For around 3 months, I drove almost daily to this office that was almost 30 minutes away from home. I walked in faith. Just like the blind man that Jesus healed by putting clay in his eyes and asking him to wash in the pool of Siloam, I listened to the somewhat odd commands of doing acupunctre and changing my diet that God was telling me that would lead to my healing as well. I began to feel much better, my breathing was significantly improved and my asthma was almost gone. I no longer needed medication for my allergies. Everything was great, except that I still couldn't smell and taste. I was drained from driving and the expense of it was adding up. Even though I was extremely thankful for how much better I felt, decided to take a couple weeks off from the acupuntre.

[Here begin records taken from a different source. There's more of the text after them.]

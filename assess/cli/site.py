"""``assess site ...``: create a site folder, import campaign files, list and summarise them.

Results go to stdout (``--json``: JSON only); messages go to stderr. Bad input exits
with code 2 and a one-paragraph message, never a traceback.
"""

from __future__ import annotations

import datetime as dt
import json
from importlib import resources
from pathlib import Path
from typing import Annotated, Optional

import typer
from rich.table import Table

from assess.cli.app import app, err_console, guard, out_console
from assess.errors import InputError
from inspection_io.importing import ImportReport, import_file, import_site
from inspection_io.ledger import LEDGER_NAME, Ledger
from inspection_io.readers import KINDS
from inspection_io.site import load_site
from inspection_io.summary import KIND_QUANTITIES, summarise, summary_to_dict

site_app = typer.Typer(
    name="site",
    help="Site folders: create one, import campaign files into its ledger, list, summarise.",
    no_args_is_help=True,
)
app.add_typer(site_app, name="site")

FIRST_CAMPAIGN_FOLDER = "first-survey"
SUMMARY_ORDER = ("cores",) + tuple(KIND_QUANTITIES)

SiteFolder = Annotated[Path, typer.Argument(help="The site folder (holding site.toml).")]
JsonFlag = Annotated[bool, typer.Option("--json", help="Print only JSON on stdout.")]


def _template(name: str) -> str:
    return (resources.files("inspection_io") / "templates" / name).read_text(encoding="utf-8")


def _print_json(value) -> None:
    typer.echo(json.dumps(value, indent=2, ensure_ascii=False))


def _existing_ledger(folder: Path) -> Ledger | None:
    if not folder.is_dir():
        raise InputError("site folder not found", file=folder)
    path = folder / LEDGER_NAME
    return Ledger(path) if path.is_file() else None


@site_app.command("new")
@guard
def new(folder: Annotated[Path, typer.Argument(help="Folder for the new site; created if "
                                                    "missing.")]):
    """Create a site folder: site.toml and a first campaign folder, from templates."""
    site_file = folder / "site.toml"
    if site_file.exists():
        raise InputError("a site file already exists here; it is never overwritten",
                         file=site_file)
    if folder.exists() and not folder.is_dir():
        raise InputError("expected a folder, found a file", file=folder)
    campaign_dir = folder / "campaigns" / FIRST_CAMPAIGN_FOLDER
    campaign_file = campaign_dir / "campaign.toml"
    campaign_dir.mkdir(parents=True, exist_ok=True)
    site_file.write_text(_template("site.toml"), encoding="utf-8")
    if not campaign_file.exists():
        campaign_file.write_text(_template("campaign.toml"), encoding="utf-8")
    typer.echo(str(site_file))
    typer.echo(str(campaign_file))
    err_console.print("Created the site folder. Replace the placeholder values in site.toml "
                      "and campaign.toml, put the campaign's CSV/XLSX files beside "
                      f"campaign.toml, then run: assess site import {folder}",
                      highlight=False, soft_wrap=True)


@site_app.command("import")
@guard
def import_(
    folder: SiteFolder,
    file: Annotated[Optional[Path], typer.Argument(
        help="One campaign file (.csv or .xlsx). Omit it to import every campaign folder.")]
    = None,
    campaign: Annotated[Optional[str], typer.Option(
        "--campaign", help="Campaign name for FILE (default: from campaign.toml beside it).")]
    = None,
    kind: Annotated[Optional[str], typer.Option(
        "--kind", help=f"Kind of record in FILE: {', '.join(KINDS)} (default: from the "
                       "headers).")] = None,
    date: Annotated[Optional[str], typer.Option(
        "--date", help="Date YYYY-MM-DD of a new campaign that has no campaign.toml.")] = None,
    json_output: JsonFlag = False,
):
    """Import campaign files into the site's ledger; a file already imported is skipped."""
    if file is None:
        given = [name for name, value in (("--campaign", campaign), ("--kind", kind),
                                          ("--date", date)) if value is not None]
        if given:
            raise InputError(f"{', '.join(given)} apply to one file: give FILE, or drop them "
                             f"to import every campaign folder", column=given[0])
        reports = import_site(folder, on_report=None if json_output else _print_report)
    else:
        campaign_date = None
        if date is not None:
            try:
                campaign_date = dt.date.fromisoformat(date)
            except ValueError:
                raise InputError(f"expected a date YYYY-MM-DD, got '{date}'",
                                 column="--date") from None
        reports = [import_file(folder, file, campaign=campaign, kind=kind,
                               campaign_date=campaign_date)]
        if not json_output:
            _print_report(reports[0])
    if json_output:
        _print_json([r.to_dict() for r in reports])
    elif not reports:
        err_console.print("No campaign files found under campaigns/.", highlight=False)


def _print_report(report: ImportReport) -> None:
    typer.echo(report.message)
    for note in report.notes:
        err_console.print(f"  {report.path.name}: {note}", highlight=False, soft_wrap=True)


@site_app.command("campaigns")
@guard
def campaigns(folder: SiteFolder, json_output: JsonFlag = False):
    """List the imported campaigns and their files."""
    ledger = _existing_ledger(folder)
    records = []
    if ledger is not None:
        with ledger:
            for campaign in ledger.campaigns():
                files = [{"name": f.name, "kind": f.kind, "rows": f.row_count,
                          "sha256": f.sha256, "imported_at": f.imported_at}
                         for f in ledger.files(campaign.id)]
                records.append({"name": campaign.name, "date": campaign.date.isoformat(),
                                "description": campaign.description, "files": files})
    if json_output:
        _print_json(records)
        return
    if not records:
        err_console.print("No campaigns imported yet.", highlight=False)
        return
    table = Table(title="Campaigns and files")
    for column in ("campaign", "date", "file", "kind", "rows", "sha256"):
        table.add_column(column, justify="right" if column == "rows" else "left")
    for campaign in records:
        for i, f in enumerate(campaign["files"]):
            table.add_row(campaign["name"] if i == 0 else "", campaign["date"] if i == 0 else "",
                          f["name"], f["kind"], str(f["rows"]), f["sha256"][:12])
    out_console.print(table)


@site_app.command("summary")
@guard
def summary(
    folder: SiteFolder,
    include_flagged: Annotated[Optional[list[str]], typer.Option(
        "--include-flagged", help="Use observations carrying this screening flag too "
                                  "(repeat for several flags).")] = None,
    json_output: JsonFlag = False,
):
    """Per-zone summary of everything imported: cores, cover, carbonation, chloride, ..."""
    load_site(folder)
    ledger = _existing_ledger(folder)
    if ledger is None:
        raise InputError("nothing imported yet: run 'assess site import' first", file=folder)
    with ledger:
        observations = ledger.observations()
    options = {"include_flagged": set(include_flagged) if include_flagged else None}
    tables = {}
    for kind in SUMMARY_ORDER:
        selected = observations[observations["kind"] == kind]
        if len(selected):
            tables[kind] = summarise(kind, selected, **options)
    if json_output:
        _print_json({kind: summary_to_dict(frame) for kind, frame in tables.items()})
        return
    if not tables:
        err_console.print("No observations in the ledger yet.", highlight=False)
        return
    for kind, frame in tables.items():
        out_console.print(_cores_table(frame) if kind == "cores" else _quantity_table(kind, frame))


def _number(value, digits: int = 3) -> str:
    return "-" if value is None or value != value else f"{value:.{digits}g}"


def _cores_table(frame) -> Table:
    table = Table(title="Cores: in-situ strength by zone [MPa] (EN 1990 Annex D characteristic)")
    for column in ("zone", "n used/total", "mean", "std", "CoV", "char. V unknown",
                   "char. V known"):
        table.add_column(column, justify="left" if column == "zone" else "right")
    for row in frame.to_dict("records"):
        table.add_row(str(row["zone"]), f"{row['n']}/{row['n_total']}", _number(row["mean"]),
                      _number(row["std"]), _number(row["cov"], 2),
                      _number(row["characteristic_v_unknown"]),
                      _number(row["characteristic_v_known"]))
    return table


def _quantity_table(kind: str, frame) -> Table:
    table = Table(title=f"{kind.replace('_', ' ').capitalize()} by zone")
    for column in ("zone", "quantity", "unit", "n used/total", "mean", "std", "min", "max"):
        table.add_column(column, justify="left" if column in ("zone", "quantity", "unit")
                         else "right")
    for row in frame.to_dict("records"):
        table.add_row(str(row["zone"]), row["quantity"], row["unit"],
                      f"{row['n']}/{row['n_total']}", _number(row["mean"]), _number(row["std"]),
                      _number(row["min"]), _number(row["max"]))
    return table
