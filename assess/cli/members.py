"""``assess update`` and ``assess members``: the site's evidence and the before/after betas."""

from __future__ import annotations

import dataclasses
import math
from pathlib import Path
from typing import Annotated, Optional

import typer
from rich.table import Table

from assess.cli.app import app, emit_json, err_console, guard, out_console, print_caution
from assess.errors import InputError
from assess.reliability.result import format_beta

SiteFolder = Annotated[Path, typer.Argument(help="The site folder (holding site.toml).")]
JsonFlag = Annotated[bool, typer.Option("--json", help="Print only JSON on stdout.")]
SeedOption = Annotated[int, typer.Option("--seed", help="Seed of MCMC and reliability runs.")]
DrawsOption = Annotated[int, typer.Option("--draws", help="MCMC draws per chain (4 chains).")]
QuickFlag = Annotated[bool, typer.Option("--quick", help="Smaller runs for a first look: "
                                         "500 tuning steps per chain, 500 samples per subset "
                                         "level (the convergence gate still applies).")]


METHOD_NAMES = ("subset_simulation", "form", "importance_sampling", "crude_monte_carlo")


def load_checked_site(folder: Path):
    from inspection_io.site import load_site

    if not folder.is_dir():
        raise InputError("site folder not found (expected a folder holding site.toml)", file=folder)
    return load_site(folder)


def run_update(site, *, seed: int, draws: int, quick: bool, until_date=None, record=True):
    """Update the site with a progress message; returns a SiteUpdate."""
    from assess.assessment.site_update import UpdateSettings, update_site

    settings = UpdateSettings(draws=draws, tune=500 if quick else 1000, seed=seed)
    with err_console.status("Updating zone knowledge with the site's tests (MCMC) ..."):
        return update_site(site, settings=settings, until_date=until_date, record=record)


def _fmt_beta(value: float) -> str:
    return format_beta(value, no_failure="> 8 (no failure found)")


def _fmt_cov(value: float) -> str:
    return "-" if value is None or not math.isfinite(value) else f"{value:.2f}"


@app.command("update")
@guard
def update_command(folder: SiteFolder, seed: SeedOption = 20261202, draws: DrawsOption = 1000,
                   quick: QuickFlag = False, json_output: JsonFlag = False):
    """Update each zone's materials with the site's tests (PyMC, convergence-gated).

    Prints, per zone and quantity, the design prior and the posterior predictive
    mean and standard deviation of the physical value ([MPa], [mm], [-]) and the
    convergence diagnostics. The posterior is stored in results/posteriors/.
    """
    from assess.assessment.figures import predictive_draws
    from assess.assessment.knowledge import QUANTITIES

    site = load_checked_site(folder)
    update = run_update(site, seed=seed, draws=draws, quick=quick)
    rows = []
    for zone in site.zones:
        for name, spec in QUANTITIES.items():
            n = int((update.data[name]["zone"] == zone).sum()) if not update.data[name].empty else 0
            prior = predictive_draws(update.before[zone][name], spec.log)
            post = predictive_draws(update.after[zone][name], spec.log)
            rows.append({"zone": zone, "quantity": name, "unit": spec.unit, "tests": n,
                         "prior_mean": float(prior.mean()), "prior_std": float(prior.std()),
                         "posterior_mean": float(post.mean()), "posterior_std": float(post.std())})
    gate = update.gate.to_dict() if update.gate else None
    if json_output:
        emit_json({"zones": rows, "gate": gate, "hash": update.data_hash,
                               "posterior": str(update.posterior_path) if update.posterior_path
                               else None, "reused": update.reused})
        return
    table = Table(title="Zone knowledge: design prior -> after site tests (predictive mean / std)")
    for col in ("zone", "quantity", "unit", "tests", "prior", "posterior"):
        table.add_column(col, justify="right" if col in ("tests", "prior", "posterior") else "left")
    for r in rows:
        table.add_row(r["zone"], r["quantity"], r["unit"], str(r["tests"]),
                      f"{r['prior_mean']:.4g} / {r['prior_std']:.3g}",
                      f"{r['posterior_mean']:.4g} / {r['posterior_std']:.3g}")
    out_console.print(table)
    if gate:
        err_console.print(f"Convergence gate passed: max R-hat {gate['max_rhat']:.3f}, min bulk ESS "
                          f"{gate['min_ess_bulk']:.0f}, min tail ESS {gate['min_ess_tail']:.0f}, "
                          f"{gate['divergences']} divergences, {gate['chains']} chains.")
    if update.posterior_path:
        err_console.print(f"Posterior {'reused from' if update.reused else 'stored in'} "
                          f"{update.posterior_path}")
    print_caution()


@app.command("members")
@guard
def members_command(
        folder: SiteFolder,
        method: Annotated[str, typer.Option("--method", help="Reliability method: "
                                            + ", ".join(METHOD_NAMES) + ".")] = "subset_simulation",
        seed: SeedOption = 20261202, draws: DrawsOption = 1000, quick: QuickFlag = False,
        samples: Annotated[Optional[int], typer.Option(
            "--samples", help="Samples per subset level (or total for MC / IS).")] = None,
        plots: Annotated[bool, typer.Option("--plots/--no-plots",
                                            help="Write PNG plots to results/plots/.")] = True,
        json_output: JsonFlag = False):
    """Reliability index of every member, mode and member system, before and after the tests.

    Beta before uses the design information only; beta after uses the posterior
    from the site's tests. Both are compared with the target for an existing
    structure over the same reference period; results are appended to the ledger.
    """
    from assess.assessment.before_after import assess_members
    from assess.assessment.figures import before_after_figure, prior_posterior_figures
    from assess.report.files import save_figure
    from inspection_io.ledger import Ledger

    if method not in METHOD_NAMES:
        raise InputError(f"unknown method {method!r}; choose one of {', '.join(METHOD_NAMES)}",
                         column="--method")
    site = load_checked_site(folder)
    update = run_update(site, seed=seed, draws=draws, quick=quick)
    options = {}
    if method == "subset_simulation":
        options["n_per_level"] = samples or (500 if quick else 1000)
    elif method in ("importance_sampling", "crude_monte_carlo") and samples:
        options["n"] = samples
    from rich.progress import Progress

    with Progress(console=err_console, transient=True) as progress:
        task = progress.add_task("Member reliability", total=len(site.members))
        assessment = assess_members(site, update, method=method, seed=seed, options=options,
                                    progress=lambda _m: progress.advance(task))
    figure_paths = []
    if plots:
        plot_folder = site.folder / "results" / "plots"
        figure_paths.append(save_figure(before_after_figure(assessment), plot_folder, "beta-before-after"))
        for (name, zone), fig in prior_posterior_figures(update).items():
            figure_paths.append(save_figure(fig, plot_folder, f"prior-posterior-{name}-{zone}"))
    settings = {"method": method, "options": options, "posterior_hash": update.data_hash,
                "quick": quick}
    with Ledger(site.folder / "ledger.sqlite") as ledger:
        for r in assessment.results:
            ledger.append_result("reliability", r.to_dict(), member=r.member, mode=r.mode,
                                 seed=r.after.seed, settings=settings)
    payload = assessment.to_dict()
    payload["plots"] = [str(p) for p in figure_paths]
    payload["posterior"] = {"hash": update.data_hash, "reused": update.reused,
                            "gate": update.gate.to_dict() if update.gate else None}
    if json_output:
        emit_json(payload)
        return
    target = assessment.target
    table = Table(title=f"Reliability index beta per member ({target.reference_period_years:g}-year "
                        f"reference period) against the target {target.beta:.1f}")
    for col in ("member", "mode", "beta before", "CoV", "beta after", "CoV ", "verdict",
                "main drivers (alpha^2)"):
        table.add_column(col, justify="right" if col.startswith(("beta", "CoV")) else "left")
    for r in assessment.results:
        drivers = ", ".join(f"{n} {a:.2f}" for n, a in r.drivers())
        table.add_row(r.member, r.mode, _fmt_beta(r.before.beta), _fmt_cov(r.before.cov),
                      _fmt_beta(r.after.beta), _fmt_cov(r.after.cov), r.verdict, drivers)
    out_console.print(table)
    err_console.print(f"Target: {target.beta:.2f} ({target.source}; {target.note})", highlight=False)
    for note in assessment.notes:
        err_console.print(f"Note: {note}", highlight=False)
    for path in figure_paths:
        err_console.print(f"Plot: {path}", highlight=False)
    print_caution()


def _json_default(value):
    if dataclasses.is_dataclass(value):
        return dataclasses.asdict(value)
    if hasattr(value, "tolist"):
        return value.tolist()
    return str(value)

Just last week, I woke up and brushed my teeth as usual, but this time something was different. I could taste my toothpaste I quickly ran downstairs and started opening up the peanut butter, the coffee beans, and anything I could get my hands on. I could smell everything! I opened a banana and ate it- and I could taste it. Since that day, my taste and smell have come back off and on, but most days I have these senses back. I honestly never thought I would ever see this day. I firmly believe that God has allowed me to experience the fruit of my mother's intercessions so that I could share that the victorious Church- made up of those who have gone before us- is truly alive and working and interceding for us, the struggling Church here on earth. The unseen spiritual world is just as alive and real as the physical world we see around us. I believe that God healed me after taking a two week break from acupuntre so that I wouldn't wrongly attribute my healing to just the acupuntre, though I know that this treatment that God led me to was extremely affective. Just like He didn't want the blind man to attribute his healing to the clay that was used, or the pool water- God wanted me to know that He alone is the author of my healing. Our God is alive and His mercy and compassion became a reality to me through this experience. To Him be all the glory.

And to my sweet mother...how great it is to know that you will never stop taking care of me.